The task. An exact copy of the lines from the one containing "onState: (state, refused)" to the end of the records below is required, and nothing else.
═════ Data to examine
import { useQueryClient } from '@tanstack/react-query';
import { useEffect, useState } from 'react';
import type { RenderRefusedMessage } from '../../../../shared/protocol/render-protocol';
import { rendersQueryKey, type RenderList } from '../api/get-renders';
import { openRenderProgressChannel, type RenderChannelState } from '../api/render-progress-channel';
import { applyRenderProgress, isRenderFinished } from '../apply-render-progress';

/**
 * Follows the studio's render jobs while mounted. Each progress message updates every cached
 * list of the studio's renders in place; a job that finishes (done, failed, cancelled) or a new
 * job not yet listed makes the lists refetch, for its figures and the storage used.
 */
export function useRenderProgress(studioId: string): { state: RenderChannelState; refused: RenderRefusedMessage | null } {
  const queryClient = useQueryClient();
  const [status, setStatus] = useState<{ state: RenderChannelState; refused: RenderRefusedMessage | null }>({ state: 'connecting', refused: null });

  useEffect(() => {
    if (!studioId) return;
    const key = rendersQueryKey(studioId);
    const channel = openRenderProgressChannel({
      baseUrl: window.location.origin,
      studioId,
      onState: (state, refused) => setStatus({ state, refused }),
      onRejoined: () => void queryClient.invalidateQueries({ queryKey: key }),
      onProgress: (message) => {
        let listed = false;
        queryClient.setQueriesData<RenderList>({ queryKey: key }, (list) => {
          if (!list) return list;
          if (list.renders.some((render) => render.id === message.renderId)) listed = true;
          return applyRenderProgress(list, message);
        });
        // A teammate's new job shows up once, when queued; later messages of jobs a filtered list leaves out are ignored.
        if (isRenderFinished(message.state) || (!listed && message.state === 'queued')) void queryClient.invalidateQueries({ queryKey: key });
      },
    });
    return () => {
      channel.close();
      setStatus({ state: 'connecting', refused: null });
    };
  }, [studioId, queryClient]);

  return status;
}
══════════
Expected answer.
      onState: (state, refused) => setStatus({ state, refused }),
      onRejoined: () => void queryClient.invalidateQueries({ queryKey: key }),
      onProgress: (message) => {
        let listed = false;
        queryClient.setQueriesData<RenderList>({ queryKey: key }, (list) => {
          if (!list) return list;
          if (list.renders.some((render) => render.id === message.renderId)) listed = true;
          return applyRenderProgress(list, message);
        });
        // A teammate's new job shows up once, when queued; later messages of jobs a filtered list leaves out are ignored.
        if (isRenderFinished(message.state) || (!listed && message.state === 'queued')) void queryClient.invalidateQueries({ queryKey: key });
      },
    });
    return () => {
      channel.close();
      setStatus({ state: 'connecting', refused: null });
    };
  }, [studioId, queryClient]);

  return status;
}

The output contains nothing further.